In un paese civile
Una settimana fa la Corte Costituzionale ha demolito il cuore della legge elettorale Italicum (che valeva soltanto per la Camera, si ricorderà), cancellando il folle ballottaggio fra liste e ripristinando il sacrosanto principio che in una Repubblica Parlamentare si eleggono i rappresentanti del popolo e non i governanti.
In un paese civile, minimamente civile, una classe dirigente degna di questo nome non attenderebbe la fine di febbraio per conoscere le motivazioni della sentenza: sfoglierebbe piuttosto la precedente sentenza 1/2014, che cancellò il Porcellum, e l’attuerebbe. Il nocciolo principale di quella sentenza non era mica il premio di maggioranza (e infatti la Corte non ha minimamente toccato la soglia dell’Italicum) ma la violazione del terzo articolo della Carta (l’uguaglianza dei cittadini) che veniva violata dal perverso meccanismo delle liste bloccate su circoscrizioni immense e dall’assenza di una diretta correlazione fra voto espresso ed il candidato eletto.

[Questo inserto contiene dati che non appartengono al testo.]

import { hyperbolicTangent, inverseTangent } from '../../figures/hyperbolic';
import { newHermitianSolver } from '../../solvers/hermitian';
import type { CrossSpectra } from '../../spectra/crossSpectra';
import { betaUpperPoint } from '../../statistics/betaDistribution';
import { newSpectrum, type Spectrum } from '../../statistics/blockSpectra';

/** What the inputs explain of the desired signal, frequency by frequency; as averaged, not corrected. */
export interface MultipleCoherence {
  /** γ², 0 to 1: the share of the desired signal's power that a linear filter of the inputs explains. */
  values: Float64Array;
  /** Inputs that did not depend on others there; 0 where the inputs are silent. */
  ranks: Uint8Array;
  /** H_r of each input: the filters that explain it, `S_xx⁻¹ S_xd`. */
  responses: Spectrum[];
}

/**
 * Multiple coherence of the desired (last) signal with all others (Bendat & Piersol, *Random Data*, ch. 7, from
 * memory): `γ² = S_xdᴴ S_xx⁻¹ S_xd / S_dd`. For one input the ordinary coherence.
 */
export function multipleCoherence({ between, signals }: CrossSpectra): MultipleCoherence {
  const inputs = signals - 1;
  const desired = between[inputs][inputs].re;
  const count = desired.length;
  const solver = newHermitianSolver(inputs);
  const responses = Array.from({ length: inputs }, () => newSpectrum(count));
  const values = new Float64Array(count);
  const ranks = new Uint8Array(count);
  for (let f = 0; f < count; f++) {
    for (let r = 0; r < inputs; r++) {
      for (let s = 0; s <= r; s++) {
        // Element (r, s) is E{ conj(X_r) X_s }, the conjugate of the one kept.
        solver.re[r * inputs + s] = between[s][r].re[f];
        solver.im[r * inputs + s] = -between[s][r].im[f];
      }
      solver.rightRe[r] = between[r][inputs].re[f];
      solver.rightIm[r] = between[r][inputs].im[f];
    }
    const { explained, rank } = solver.solve();
    values[f] = desired[f] > 0 ? Math.min(1, explained / desired[f]) : 0;
    ranks[f] = rank;
    for (let r = 0; r < inputs; r++) {
      responses[r].re[f] = solver.rightRe[r];
      responses[r].im[f] = solver.rightIm[r];
    }
  }
  return { values, ranks, responses };
}

/** Ordinary coherence of two of the signals, `|S_rs|² / (S_rr S_ss)`; 0 where one is silent. */
export function ordinaryCoherence({ between }: CrossSpectra, r: number, s: number): Float64Array {
  const cross = between[Math.min(r, s)][Math.max(r, s)];
  return cross.re.map((re, f) => {
    const powers = between[r][r].re[f] * between[s][s].re[f];
    return powers > 0 ? Math.min(1, (re * re + cross.im[f] * cross.im[f]) / powers) : 0;
  });
}

/**
 * `1 - γ²` without the bias of few averages: fitting q responses to n segments explains q/n of what is unrelated, so
 * that the residual power is n/(n-q) times the averaged one. Can exceed 1.
 * @param averages n, effective
 */
export function unexplained(coherence: number, inputs: number, averages: number): number {
  return averages > inputs ? ((1 - coherence) * averages) / (averages - inputs) : 1;
}

const level = 0.05;

/**
 * The coherence that unrelated signals exceed at one frequency in twenty: upper 5 % point of Beta(q, n - q), for one
 * input `1 - 0.05^(1/(n-1))` (Carter, Knapp & Nuttall, IEEE Trans. Audio Electroacoust. 21, 1973, from memory).
 * @param inputs q
 * @param averages n, effective; 1 is returned where it is not above q
 */
export function significance(inputs: number, averages: number): number {
  return betaUpperPoint(level, inputs, averages - inputs);
}

/** Standard deviations that hold 95 % of a normal variate. */
const deviations = 1.959963984540054;

/**
 * 95 % confidence interval of the true coherence: `atanh γ` is about normal with variance 1/(2n) (Fisher's
 * transformation; Enochson & Goodman 1965, from memory), its mean mended for the q responses that were fitted. Holds
 * for n of 20 and more; where the estimate is not significant the interval begins at 0.
 */
export function coherenceInterval(
  coherence: number,
  inputs: number,
  averages: number,
): { from: number; to: number } {
  if (!(averages > inputs + 1)) return { from: 0, to: 1 };
  // The largest double below 1 keeps the transformation finite.
  const root = Math.min(Math.sqrt(coherence), 1 - 1.1102230246251565e-16);
  const bias = (2 * inputs * (1 - coherence) - 1 + 3 * coherence) / (4 * averages * Math.max(root, 1e-3));
  const middle = inverseTangent(root) - bias;
  const half = deviations / Math.sqrt(2 * averages);
  const square = (w: number) => {
    const value = hyperbolicTangent(Math.max(0, w));
    return value * value;
  };
  return {
    from: coherence > significance(inputs, averages) ? square(middle - half) : 0,
    to: square(middle + half),
  };
}
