import { type CrossSpectra, effectiveAverages, frequenciesOf } from '../../spectra/crossSpectra';
import { type Band, bandsWhere, inBands } from './bands';
import { multipleCoherence, significance } from './coherence';
import type { Excitation } from './excitation';

/** Coherence by frequency as averaged, with the point that unrelated signals exceed at one frequency in twenty. */
export interface CoherenceCurve {
  /** Hz. */
  frequencies: Float64Array;
  /** Multiple coherence of the desired signal with all inputs. */
  values: Float64Array;
  significance: number;
  /** Half-overlapped Hann segments averaged; `effective` of them if they were independent. */
  averages: number;
  effective: number;
  segment: number;
}

export function coherenceCurve(spectra: CrossSpectra): CoherenceCurve {
  const effective = effectiveAverages(spectra);
  return {
    frequencies: frequenciesOf(spectra),
    values: multipleCoherence(spectra).values,
    significance: significance(spectra.signals - 1, effective),
    averages: spectra.averages,
    effective,
    segment: spectra.segment,
  };
}

/** Where a model of the path says nothing: an input is empty there, or the coherence no more than chance. */
export function unknownBands(spectra: CrossSpectra, { emptyBands }: Excitation): Band[] {
  const { values, significance: point, frequencies } = coherenceCurve(spectra);
  const unknown = values.map((value, f) => {
    const empty = emptyBands.some((bands) => inBands(bands, frequencies[f]));
    return f > 0 && (empty || value <= point) ? 1 : 0;
  });
  return bandsWhere(unknown, frequencies, 3);
}
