import { type CrossSpectra, effectiveAverages } from '../../spectra/crossSpectra';
import { multipleCoherence, significance } from './coherence';

/** A take counts as louder from twice the amplitude on: with less, the two responses hardly differ. */
const louder = 4;

/** Standard errors by which the shrinking must stand out: one in 30,000 clean pairs would. */
const deviations = 4;

/** Bins that must tell, at least. */
const fewest = 8;

/** Neighbouring bins are related through the window: `1 + 2 ((2/3)² + (1/6)²)` for Hann's. */
const spread = 1 + 2 * (4 / 9 + 1 / 36);

/**
 * Share of noise in the quieter of two takes, from how much smaller its response is. With input powers T of two takes,
 * noise N on both and one path H, the responses are `H (1 - N/T)`; their ratio ρ (quiet to loud) gives
 * `N/T_quiet = (1-ρ) / (1 - ρ T_quiet/T_loud)`. Whether it stands out is judged with the frequencies weighted by the
 * random error of a response, `sqrt((1-γ²)/(2nγ²))` (Bendat & Piersol, from memory). The pair of takes that tells most
 * is taken. A path that changes with level does the same.
 * @returns the share; 0 where none stands out; null where no two takes differ enough in level
 */
export function levelEvidence(takes: readonly CrossSpectra[]): number | null {
  let best: Comparison | null = null;
  for (const quiet of takes) {
    for (const loud of takes) {
      const found = quiet === loud ? null : compare(quiet, loud);
      if (found !== null && (best === null || found.error < best.error)) best = found;
    }
  }
  if (best === null) return null;
  return best.evidence > deviations * best.error ? Math.max(0, Math.min(1, best.share)) : 0;
}

interface Comparison {
  /** Share of noise as weighted by what is known best, and its standard error. */
  evidence: number;
  error: number;
  /** Share of noise in the quieter take's power. */
  share: number;
}

function compare(quiet: CrossSpectra, loud: CrossSpectra): Comparison | null {
  const [q, l] = [quiet, loud].map((spectra) => {
    const averages = effectiveAverages(spectra);
    const [power, desired] = [0, 1].map((i) => spectra.between[i][i].re);
    const { values, responses } = multipleCoherence(spectra);
    const [{ re, im }] = responses;
    // |H|², less what chance adds. Takes are aligned each by itself, so that phases do not compare.
    const gains = values.map((value, f) => {
      const chance = ((1 - value) * desired[f]) / (averages * power[f]);
      return re[f] * re[f] + im[f] * im[f] - chance;
    });
    return { averages, values, gains, power };
  });
  const points = [significance(1, q.averages), significance(1, l.averages)];
  let sum = 0;
  let weight = 0;
  let noise = 0;
  let power = 0;
  let bins = 0;
  for (let f = 1; f < q.power.length - 1; f++) {
    if (l.power[f] < louder * q.power[f] || q.values[f] <= points[0] || l.values[f] <= points[1]) continue;
    if (!(q.gains[f] > 0 && l.gains[f] > 0)) continue;
    const ratio = Math.sqrt(q.gains[f] / l.gains[f]);
    const levels = q.power[f] / l.power[f];
    const share = (1 - ratio) / (1 - ratio * levels);
    const variance = randomError(q.values[f], q.averages) + randomError(l.values[f], l.averages);
    sum += share / variance;
    weight += 1 / variance;
    noise += share * q.power[f];
    power += q.power[f];
    bins++;
  }
  if (bins < fewest) return null;
  return { evidence: sum / weight, error: Math.sqrt(spread / weight), share: noise / power };
}

/** Squared relative random error of a response; never quite 0, so that no bin weighs for all. */
function randomError(coherence: number, averages: number): number {
  return (1 - coherence + 1e-6) / (2 * averages * coherence);
}
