import { describe, expect, it } from 'vitest';
import { roundErrorAware, roundingCost } from '../../../core/numbers/errorAwareRounding';
import { wordRange } from '../../../core/numbers/words';
import { normalOperator } from '../../../core/solvers/normalMultiply';
import { elementsOf } from '../../../core/solvers/normalSystem';
import {
  nearElements,
  structuredDiagonal,
  structuredElements,
} from '../../../core/solvers/structuredElements';
import { normals } from '../../support/random';
import { solveTakes, takeOf } from '../../support/takes';

async function structured(length: number) {
  const x = [normals(1, 3000), normals(2, 3000)];
  for (let n = 1; n < 3000; n++) x[0][n] += 0.9 * x[0][n - 1];
  const fit = [
    { from: 0, to: 1400 },
    { from: 1500, to: 3000 },
  ];
  const shape = { length, delay: 0, windowing: 'covariance' } as const;
  const { system } = await solveTakes([takeOf(x, normals(3, 3000), { fit })], shape, 0.001);
  if (!('structure' in system.matrix) || system.matrix.structure === undefined) throw new Error('dense');
  return { system, structure: system.matrix.structure };
}

describe('elements of a matrix that is not formed', () => {
  it('are those of the matrix formed by shift updates', async () => {
    const { system, structure } = await structured(40);
    const dense = elementsOf(system, 0.001);
    const element = structuredElements(structure, 0.001);
    const diagonal = structuredDiagonal(structure, 0.001);
    for (let i = 0; i < system.size; i++) {
      for (let j = 0; j <= i; j++) {
        expect(Math.abs(element(i, j) - dense(i, j))).toBeLessThan(1e-13);
        expect(Math.abs(element(j, i) - dense(i, j))).toBeLessThan(1e-13);
      }
      expect(Math.abs(diagonal[i] - dense(i, i))).toBeLessThan(1e-13);
    }
  });

  it('round to what the elements round to', async () => {
    const { system, structure } = await structured(60);
    const element = elementsOf(system, 0.001);
    const products = {
      diagonal: structuredDiagonal(structure, 0.001),
      multiply: normalOperator(structure, 0.001),
      near: element,
    };
    const targets = normals(5, system.size).map((value) => 30 * value);
    const cost = { size: system.size, element, factor: null };
    const byElements = roundErrorAware(targets, cost, wordRange(8));
    const byProducts = roundErrorAware(targets, { ...cost, products }, wordRange(8));
    expect(byProducts).toEqual(byElements);
    const plain = targets.map((value) => Math.floor(value + 0.5));
    expect(roundingCost(byProducts, targets, cost)).toBeLessThan(roundingCost(plain, targets, cost));
  });

  it('are not followed without end where they promise gains without end', () => {
    const size = 50;
    const targets = normals(7, size).map((value) => 30 * value);
    let asked = 0;
    const near = (i: number, j: number) => {
      asked++;
      return (i + j) % 2 === 0 ? 3 : -3;
    };
    // A true gradient of three times the diagonal gives a reason for the first steps.
    const multiply = (v: Float64Array) => v.map((value) => 3 * value);
    const products = { diagonal: new Float64Array(size).fill(1), multiply, near };
    const cost = { size, element: (i: number, j: number) => Number(i === j), factor: null, products };
    roundErrorAware(targets, cost, wordRange(8));
    expect(asked).toBeGreaterThan(0);
    expect(asked).toBeLessThanOrEqual(4 * size * (size - 1));
  });

  it('round nearly as well by near elements, and never worse than plain', async () => {
    const { system, structure } = await structured(60);
    const element = elementsOf(system, 0.001);
    const products = {
      diagonal: structuredDiagonal(structure, 0.001),
      multiply: normalOperator(structure, 0.001),
      near: nearElements(structure),
    };
    const targets = normals(6, system.size).map((value) => 30 * value);
    const cost = { size: system.size, element, factor: null };
    const costOf = (values: Float64Array) => roundingCost(values, targets, cost);
    const plain = costOf(targets.map((value) => Math.floor(value + 0.5)));
    const best = costOf(roundErrorAware(targets, cost, wordRange(8)));
    const near = costOf(roundErrorAware(targets, { ...cost, products }, wordRange(8)));
    expect(near - best).toBeLessThan(0.2 * (plain - best));
    // Elements that mislead lead to no step.
    const misled = { ...products, near: (i: number, j: number) => -1000 * element(i, j) };
    expect(costOf(roundErrorAware(targets, { ...cost, products: misled }, wordRange(8)))).toBeLessThanOrEqual(
      plain,
    );
  });
});
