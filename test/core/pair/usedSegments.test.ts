import { describe, expect, it } from 'vitest';
import type { Interval } from '../../../core/pair/intervals';
import type { Take } from '../../../core/pair/take';
import { usedSegments } from '../../../core/pair/usedSegments';
import { recordingOf, takeOf } from '../../support/takes';

/** The definition, n by n: every sample exists and none lies in a gap between two listed intervals. */
function byDefinition(take: Take, wanted: Interval[], M: number, delay: number): number[] {
  const listed = [...take.fit, ...take.heldOut];
  const inList = (i: number) => listed.some(({ from, to }) => i >= from && i < to);
  const first = Math.min(...listed.map(({ from }) => from));
  const last = Math.max(...listed.map(({ to }) => to));
  const usable = (i: number, samples: number) =>
    i >= 0 && i < samples && (inList(i) || i < first || i >= last);
  const x = Math.min(...take.inputs.map((track) => track.recording.samples));
  const d = take.desired.recording.samples;
  const used: number[] = [];
  for (const { from, to } of wanted) {
    for (let n = from; n < to; n++) {
      let good = usable(n - delay, d);
      for (let k = 0; k < M; k++) good &&= usable(n - k, x);
      if (good) used.push(n);
    }
  }
  return used;
}

function flat(segments: Interval[]): number[] {
  return segments.flatMap(({ from, to }) => Array.from({ length: to - from }, (_, i) => from + i));
}

const signal = new Float64Array(100);
const layouts: [string, Partial<Take>][] = [
  ['whole', { fit: [{ from: 0, to: 100 }] }],
  ['from the middle', { fit: [{ from: 30, to: 90 }] }],
  ['fit and held-out that touch', { fit: [{ from: 10, to: 60 }], heldOut: [{ from: 60, to: 95 }] }],
  [
    'a bad stretch left out',
    {
      fit: [
        { from: 5, to: 30 },
        { from: 40, to: 60 },
      ],
      heldOut: [{ from: 70, to: 100 }],
    },
  ],
  ['held-out first', { fit: [{ from: 50, to: 100 }], heldOut: [{ from: 0, to: 45 }] }],
];

describe('usedSegments', () => {
  it.each(layouts)('follows the definition: %s', (_, layout) => {
    const take = takeOf([signal], signal, layout);
    for (const M of [1, 2, 7, 16]) {
      for (const delay of [-20, -3, 0, 1, 6, 15, 40]) {
        for (const wanted of [take.fit, take.heldOut]) {
          expect(flat(usedSegments(take, wanted, M, delay)), `M ${M}, delay ${delay}`).toEqual(
            byDefinition(take, wanted, M, delay),
          );
        }
      }
    }
  });

  it('asks every signal for its own length', () => {
    const take: Take = {
      ...takeOf([signal], signal),
      desired: { recording: recordingOf([new Float64Array(80)]), channel: 0 },
      fit: [{ from: 0, to: 80 }],
    };
    expect(usedSegments(take, take.fit, 5, 10)).toEqual([{ from: 10, to: 80 }]);
    expect(usedSegments(take, take.fit, 5, -10)).toEqual([{ from: 4, to: 70 }]);
  });
});
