import { controlCharacters } from './checks/texts';

/** What keeps a text from being a path relative to the document. */
export type PathFault = 'absolute' | 'scheme' | 'backslash' | 'control' | 'folder';

/**
 * Why a path is none that a document may hold, or null. `..` is no fault by itself: see {@link resolveInside}.
 * A first part with a colon is taken for a drive letter or a URI scheme (RFC 3986, 4.2); `./` before it makes it a name.
 * @param kind a file's path must not end as a folder's does
 */
export function pathFault(path: string, kind: 'file' | 'folder'): PathFault | null {
  if (controlCharacters.test(path)) return 'control';
  if (path.startsWith('/') || path.startsWith('\\') || /^[A-Za-z]:/.test(path)) return 'absolute';
  if (/^[A-Za-z][A-Za-z0-9+.-]*:/.test(path)) return 'scheme';
  if (path.includes('\\')) return 'backslash';
  return kind === 'file' && /(^|\/)\.{0,2}$/.test(path) ? 'folder' : null;
}

/** The path of a file in a folder; '' is the root itself. */
export function pathIn(folder: string, file: string): string {
  return folder === '' ? file : `${folder}/${file}`;
}

/**
 * The path from the root of what the document names, without `.`, `..` and doubled slashes; '' for the root itself.
 * Null where it leaves the root on its way, even if it would come back, or is no relative path at all.
 * The spelling alone decides: links are the host's concern.
 * @param documentFolder the document's folder from the root, with forward slashes, '' for the root itself
 * @param path relative to that folder, with forward slashes
 */
export function resolveInside(documentFolder: string, path: string): string | null {
  if (pathFault(path, 'folder') !== null) return null;
  const parts: string[] = [];
  for (const part of [...documentFolder.split('/'), ...path.split('/')]) {
    if (part === '' || part === '.') continue;
    if (part !== '..') parts.push(part);
    else if (parts.pop() === undefined) return null;
  }
  return parts.join('/');
}
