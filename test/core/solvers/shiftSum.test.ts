import { describe, expect, it } from 'vitest';
import { normalOperator } from '../../../core/solvers/normalMultiply';
import { multiply } from '../../../core/solvers/normalSystem';
import { shiftSumOperator } from '../../../core/solvers/shiftSum';
import { relativeGap } from '../../support/leastSquaresCases';
import { normals } from '../../support/random';
import { noiseSystem, structureOf } from '../../support/systems';

describe('products by transforms', () => {
  it('follow the definition: block Toeplitz plus and minus products of shifted columns', () => {
    const inputs = 2;
    const length = 5;
    const part = (seed: number) => [normals(seed, length), normals(seed + 1, length)];
    const columns = [part(1), part(3)];
    columns[0][1][0] = columns[1][0][0];
    const plus = [part(5), part(7)];
    const minus = [part(9), part(11)];
    const v = normals(20, inputs * length);
    // Element by element, each shifted column g moved down by m taps.
    const want = new Float64Array(inputs * length);
    for (let r = 0; r < inputs; r++) {
      for (let k = 0; k < length; k++) {
        for (let s = 0; s < inputs; s++) {
          for (let l = 0; l < length; l++) {
            let element = k >= l ? columns[r][s][k - l] : columns[s][r][l - k];
            for (let m = 0; m <= Math.min(k, l); m++) {
              for (const g of plus) element += g[r][k - m] * g[s][l - m];
              for (const h of minus) element -= h[r][k - m] * h[s][l - m];
            }
            want[r * length + k] += element * v[s * length + l];
          }
        }
      }
    }
    const got = shiftSumOperator({ inputs, length, toeplitz: columns, plus, minus })(v);
    expect(relativeGap(got, want)).toBeLessThan(1e-14);
  });

  it.each([
    { inputs: 2, length: 1, stretches: 2 },
    { inputs: 1, length: 65, stretches: 1 },
    { inputs: 3, length: 40, stretches: 3 },
    { inputs: 2, length: 33, stretches: 2, windowing: 'autocorrelation' as const },
  ])('equal those of the matrix element by element for %o', async (shape) => {
    const { system } = await noiseSystem(shape, 4);
    const v = normals(6, system.size);
    const got = normalOperator(structureOf(system), 0.01)(v);
    expect(relativeGap(got, multiply(system, 0.01, v))).toBeLessThan(1e-14);
  });
});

Se ci fosse una vera classe dirigente non si attenderebbe che la Consulta spieghi come si dovrebbe scrivere una legge elettorale: si dividerebbe il territorio nazionale in tanti collegi uninominali quanti sono i deputati e i senatori da eleggere (depurandoli dalle circoscrizioni estere – una follia, a mio parere, ma ancora ci stanno – e dalle tutele delle minoranze e delle regioni meno popolate), si imporrebbe il vincolo di residenza nel collegio elettorale, si impedirebbe la pluricandidatura e si introdurrebbe il doppio turno di collegio sul modello francese per l’Assemblea Nazionale, che non prevede il ballottaggio a due come erroneamente la stampa lascia credere bensì fra tutti i candidati che superano una certa soglia (se la memoria non m’inganna il 12,5% dei voti). In questo modo, vuoi per i collegi piccoli, vuoi per l’univocità del parlamentare eletto, la rappresentatività del popolo sarebbe ultra garantita.
Se invece non si volesse perseguire questa strada e si preferisse il sistema proporzionale, le circoscrizioni in quel caso dovrebbero essere le più piccole possibile e che diano pochi candidati che però siano certi. Sarebbe una specie di collegio plurinominale dell’Italicum, con la differenza che introducendo il vincolo di residenza, il divieto delle pluricandidature e un numero di seggi certo per quella determinata circoscrizione, anche qui l’elettore saprebbe chi sono i loro rappresentanti (avviene qualcosa di simile in Maine per l’elezione dei grandi elettori del Presidente degli USA).
Questi due modelli elettorali – che assicurano al corpo elettorale di contare qualcosa – non saranno sicuramente scelti dal Parlamento italiano prima del voto: perché ciò che preme – in questo strano paese – non è che la democrazia sia irrobustita quanto che il potere si conservi e pertanto ciò che si va cercando non è il sistema elettorale che assicuri un’ampia partecipazione del popolo alla scelta democratica bensì quello che garantisca il potere stesso, sotto la menzogna della parola “governabilità”.
Perché il punto è sempre lo stesso: nessun sistema elettorale – in una forma di stato parlamentare – può mai assicurare un esecutivo e persino le nazioni europee più stabili che si conoscono, il Regno Unito e la Germania, hanno dovuto ricorrere a coalizioni nel passato (il primo) e nel presente (la seconda). Le coalizioni non sono bestemmie in quei paesi né additate come inciuci per la semplice ragione che le trattative – dopo le segrete stanze (in nessun paese normale si fa lo streaming quando c’è da menarsi!) – passano al vaglio della base elettorale e al programma di comune accordo ci si attiene scrupolosamente.
Ma per fare ciò serve leadership e rispetto dei cittadini, oltre che naturalmente un senso civico dell’elettorato che da noi è sconosciuto. In Italia si preferisce continuare a giocare con il Monopoly delle leggi elettorali, intrighi, sotterfugi, blog e hashtag lanciati ad hoc per garantirsi qualche clic pubblicitario in più. Poi ti meravigli che la gente preferisca il mare al proprio dovere civico di deporre una scheda nell’urna.
p.s. Per chiarezza: se alle prossime elezioni politiche non ci sarà una legge elettorale che consenta di scegliere il proprio rappresentante, voterò scheda bianca o nulla. Il voto ideologico è morto da mo’. Se non posso conoscere il mio rappresentante non affido a nessuno il mio voto e mi rappresento da solo.